1. "Home state" is defined by the Uniform Child Custody Jurisdiction Act ("UCCJA"), enacted as chapter 152 of the Texas Family Code, as "the state in which the child, preceding the time involved, lived with the child's parents, a parent, or a person acting as parent for at least six consecutive months and, in the case of a child less than six months old, the state in which the child lived from birth with any of the persons mentioned. Periods of temporary absence of any of the named persons are counted as part of the six-month or other period." Tex. Fam. Code Ann. § 152.002(6) (Vernon 1996).
2. We are aware of the decision in Oliver v. Boutwell, where the Dallas Court of Civil Appeals held that a father's request for increased visitation rights, not even on par with the changes requested in the present case, was so extensive as to constitute a motion to modify conservatorship. See 601 S.W.2d 393, 394-95 (Tex. Civ. App.-Dallas 1980, no writ); see also Ramsey v. Ramsey, 707 S.W.2d 724, 725-26 (Tex. App.-Beaumont 1986, no writ) (holding "far reaching" modifications in possession constituted a de facto change in the managing conservatorship and reversing the trial court because of the father's failure to show a material change of circumstances to justify the modifications). We note the Oliver holding is distinguishable, however, because the parents were not joint managing conservators, as in the instant case. Furthermore, we decline to make a qualitative judgment, as to what is or is not a request extensive enough to modify "conservatorship," when the statutes of the Family Code provide apparent distinctions. Compare Tex. Fam. Code Ann. § 156.202 (Vernon 1996) ( statute providing for "Modification of Terms and Conditions of Joint Managing Conservatorship") (emphasis added), with Tex. Fam. Code Ann. § 156.301 (Vernon 1996) (statute providing "Grounds for Modification of Possession and Access") (emphasis added).
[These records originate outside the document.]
//! Results shared within one run: a recipe's outputs often ask for the same
//! intermediate (the thickness of a layer for the thermal wind and for the
//! ageostrophic shear, the geostrophic wind at the layer's boundaries for
//! the advection and the turning), and without sharing each output reads
//! and computes it again.
//!
//! `SharedResults` holds fields that `diagnostics::Case` has computed,
//! keyed by everything the value depends on: which dataset (by identity,
//! the dataset being held so its address cannot be reused while the entry
//! lives), the selection (times, levels, region), the constants, the
//! equatorial band, the integration rule, and the operation with its
//! arguments. A key says nothing of names in the language, so rebinding a
//! name can never reach a stale value; the evaluator also empties the store
//! at the start of every run (a notebook cell, a recipe run), so a file
//! changed on disk between cells is read afresh.
//!
//! A value is held behind an `Arc` and served shared, not copied: the same
//! bits as computing it again (the operations are deterministic), and the
//! same memory as the caller's own (`Value::Scalar`/`Value::Vector` hold
//! the same `Arc`s, so an output that is also a shared intermediate exists
//! once). Callers that need a value of their own take it with
//! `Arc::unwrap_or_clone` (a copy only while the store holds it too). The
//! store keeps at most `budget` bytes of field data; beyond it, values are
//! simply not kept (the run is then as without sharing, never wrong).

use std::collections::HashMap;
use std::sync::atomic::{AtomicU64, Ordering};
use std::sync::{Arc, Mutex};

use crate::grid::{Field, VectorField};
use crate::io::{DataError, Dataset, Selection};

/// Default bound on the bytes of field data kept for sharing: enough for
/// every intermediate of the thermal-wind budget over a few time steps of a
/// global 0.25-degree grid (about 4 MB per field and time step), small
/// beside the memory such a run needs anyway.
pub const DEFAULT_BUDGET: u64 = 1 << 30;

/// Reads larger than `budget / READ_SHARE` bytes are not kept: a read of
/// many levels is rarely asked for twice with the same levels, and keeping
/// it would hold its memory for the rest of the run.
pub const READ_SHARE: u64 = 16;

/// A stored value, shared with the callers it is served to (cloning it
/// clones the `Arc`, never the data).
#[derive(Clone)]
pub enum Shared {
    Field(Arc<Field>),
    Vector(Arc<VectorField>),
}

impl Shared {
    fn bytes(&self) -> u64 {
        let of = |f: &Field| (f.data.len() * std::mem::size_of::<f32>()) as u64;
        match self {
            Shared::Field(f) => of(f),
            Shared::Vector(v) => of(&v.eastward) + of(&v.northward),
        }
    }
}

#[derive(Default)]
struct Store {
    values: HashMap<String, Shared>,
    /// The datasets the keys name, held so that their addresses stay theirs.
    datasets: Vec<Arc<Dataset>>,
    bytes: u64,
}

/// Fields computed in this run, by what they depend on (see the module
/// comment). Shared between threads; cheap to clone through `Arc`.
pub struct SharedResults {
    store: Mutex<Store>,
    budget: u64,
    served: AtomicU64,
    computed: AtomicU64,
    many_layer_passes: AtomicU64,
    many_layer_layers: AtomicU64,
    one_layer_layers: AtomicU64,
}

impl Default for SharedResults {
    /// `DEFAULT_BUDGET`, or nothing kept when the environment sets
    /// `BAROC_SHARING=0` (for measuring what sharing saves:
    /// benches/end_to_end.py runs both ways).
    fn default() -> Self {
        let off = std::env::var_os("BAROC_SHARING").is_some_and(|v| v == "0");
        Self::with_budget(if off { 0 } else { DEFAULT_BUDGET })
    }
}

impl SharedResults {
    /// A store keeping at most `budget` bytes of field data (0: none, so
    /// every value is computed afresh).
    pub fn with_budget(budget: u64) -> Self {
        Self { store: Mutex::new(Store::default()), budget, served: AtomicU64::new(0), computed: AtomicU64::new(0), many_layer_passes: AtomicU64::new(0), many_layer_layers: AtomicU64::new(0), one_layer_layers: AtomicU64::new(0) }
    }

    /// Whether the store keeps anything at all (a budget of 0 keeps
    /// nothing, and work done only to be kept would be wasted).
    pub fn keeps_values(&self) -> bool {
        self.budget > 0
    }

    /// Stores `value` under `key` when it fits and nothing is stored there
    /// yet (a value computed ahead of the calls that will ask for it, such
    /// as the layers of one pass of the many-layer kernel); says whether it
    /// was kept. The value must be the bits the key's own computation gives.
    pub fn offer(&self, dataset: &Arc<Dataset>, key: String, value: Shared) -> bool {
        let mut s = self.lock();
        let size = value.bytes();
        if s.bytes + size > self.budget || s.values.contains_key(&key) {
            return false;
        }
        if !s.datasets.iter().any(|d| Arc::ptr_eq(d, dataset)) {
            s.datasets.push(dataset.clone());
        }
        s.bytes += size;
        s.values.insert(key, value);
        true
    }

    /// Counts one pass of the many-layer kernel over `layers` layers (here
    /// and in the process's timings).
    pub fn note_many_layer_pass(&self, layers: usize) {
        self.many_layer_passes.fetch_add(1, Ordering::Relaxed);
        self.many_layer_layers.fetch_add(layers as u64, Ordering::Relaxed);
        crate::io::timings::record_many_layer_pass(layers);
    }

    /// Counts one layer computed by the one-layer path (here and in the
    /// process's timings).
    pub fn note_one_layer(&self) {
        self.one_layer_layers.fetch_add(1, Ordering::Relaxed);
        crate::io::timings::record_one_layer();
    }

    /// Layers computed by the one-layer path since the store was made
    /// (`clear` keeps this).
    pub fn one_layer_count(&self) -> u64 {
        self.one_layer_layers.load(Ordering::Relaxed)
    }

    /// Passes of the many-layer kernel and the layers they computed since
    /// the store was made (`clear` keeps these; for tests and benches, to
    /// say which path ran).
    pub fn many_layer_counts(&self) -> (u64, u64) {
        (self.many_layer_passes.load(Ordering::Relaxed), self.many_layer_layers.load(Ordering::Relaxed))
    }

    fn lock(&self) -> std::sync::MutexGuard<'_, Store> {
        // A panic while the lock was held leaves at worst a value missing
        // from the map, never a half-stored one: carry on with the store.
        self.store.lock().unwrap_or_else(|e| e.into_inner())
    }

    /// Forgets every value (the start of a run or a cell).
    pub fn clear(&self) {
        *self.lock() = Store::default();
    }

    /// How many values were served from the store and how many computed
    /// since it was made (`clear` keeps these; for tests and timings).
    pub fn counts(&self) -> (u64, u64) {
        (self.served.load(Ordering::Relaxed), self.computed.load(Ordering::Relaxed))
    }

    /// Bytes of field data held.
    pub fn bytes(&self) -> u64 {
        self.lock().bytes
    }

    /// The key of `operation` on `dataset` under `context` (the selection,
    /// constants and settings, written out in full by the caller).
    pub fn key(dataset: &Arc<Dataset>, context: &str, operation: &str) -> String {
        format!("{:p}|{context}|{operation}", Arc::as_ptr(dataset))
    }

    /// A read of `name` (a variable or a role) under `selection`, as a
    /// field of the caller's own (`read_shared`, copied only when the store
    /// keeps the read too). Fails as `Dataset::read_with`.
    pub fn read(&self, dataset: &Arc<Dataset>, name: &str, selection: &Selection, constants: Option<&crate::constants::Constants>) -> Result<Field, DataError> {
        self.read_shared(dataset, name, selection, constants).map(Arc::unwrap_or_clone)
    }

    /// A read of `name` (a variable or a role) under `selection`: served
    /// from the store when this run has read the same variable, levels,
    /// times and region of the same dataset before (the same bits: a read
    /// is deterministic and the store is emptied between runs), otherwise
    /// read and kept when it fits (see `READ_SHARE`); the store and the
    /// caller share one copy. Fails as `Dataset::read_with` (an unknown
    /// name, a selection outside the data, an unreadable file).
    pub fn read_shared(&self, dataset: &Arc<Dataset>, name: &str, selection: &Selection, constants: Option<&crate::constants::Constants>) -> Result<Arc<Field>, DataError> {
        let variable = dataset.resolve(name)?.name.clone();
        // The constants belong to the key: model-level data computed by the
        // hydrostatic integral depend on them.
        let key = Self::key(dataset, &format!("{selection:?} {constants:?}"), &format!("read {variable:?}"));
        if let Some(Shared::Field(field)) = self.lock().values.get(&key).cloned() {
            crate::io::timings::record_cached(&variable, selection);
            return Ok(field);
        }
        let field = Arc::new(dataset.read_with(&variable, selection, constants)?);
        let mut s = self.lock();
        let size = (field.data.len() * std::mem::size_of::<f32>()) as u64;
        if size <= self.budget / READ_SHARE && s.bytes + size <= self.budget && !s.values.contains_key(&key) {
            if !s.datasets.iter().any(|d| Arc::ptr_eq(d, dataset)) {
                s.datasets.push(dataset.clone());
            }
            s.bytes += size;
            s.values.insert(key, Shared::Field(field.clone()));
        }
        Ok(field)
    }

    /// The stored value for `key`, or `compute()`'s, stored when it fits
    /// (shared with the caller, not copied). The lock is not held while
    /// computing, so two threads asking for the same value at once may both
    /// compute it (the same bits either way). Fails as `compute` does.
    pub fn get_or_compute<E>(&self, dataset: &Arc<Dataset>, key: String, compute: impl FnOnce() -> Result<Shared, E>) -> Result<Shared, E> {
        {
            let s = self.lock();
            if let Some(v) = s.values.get(&key).cloned() {
                self.served.fetch_add(1, Ordering::Relaxed);
                return Ok(v);
            }
        }
        let value = compute()?;
        self.computed.fetch_add(1, Ordering::Relaxed);
        let mut s = self.lock();
        let size = value.bytes();
        if s.bytes + size <= self.budget && !s.values.contains_key(&key) {
            if !s.datasets.iter().any(|d| Arc::ptr_eq(d, dataset)) {
                s.datasets.push(dataset.clone());
            }
            s.bytes += size;
            s.values.insert(key, value.clone());
        }
        Ok(value)
    }
}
3. The statutory scheme of the PKPA sets out an interesting blueprint for cases such as the present one. To implicate the act, two states must have concurrent jurisdiction over a "custody determination," defined by the act as "a judgment, decree, or other order of a court providing for the custody or visitation of a child, and includes permanent and temporary orders, and initial orders and modifications." See 28 U.S.C. § 1738A(b)(3); Welborn-Hosler v. Hosler, 870 S.W.2d 326-27. To have jurisdiction under the act, however, a state must have jurisdiction "under the law of such State." See 28 U.S.C. § 1738A(c)-(d). The statute thus sets out a scheme, at least when applied to situations such as in the present case, where a state has jurisdiction because it has jurisdiction. Admittedly, subsection (c)(2) of the act provides a list of additional conditions, one of which must be met, for jurisdiction to exist for an original child custody determination. Thus, in those situations, the statute appears to have set up different categories of jurisdiction--a preliminary category of jurisdiction to trigger the act, and then a category of jurisdiction under the act. Subsection (d), the provision of the act dealing with continuing jurisdiction after an original child custody determination, only requires, however, that the trial court (1) have jurisdiction under the law of the state where it sits, and (2) the state remains the residence of the child or of any contestant. In these situations, presuming at least one of the parties remains a resident of the state where the prior custody determination was made and where the proceeding is now proffered, the trial court will have jurisdiction under the PKPA if it had jurisdiction under state law in the preliminary analysis.
4 The Honorable Joe L. Draughn sitting by assignment.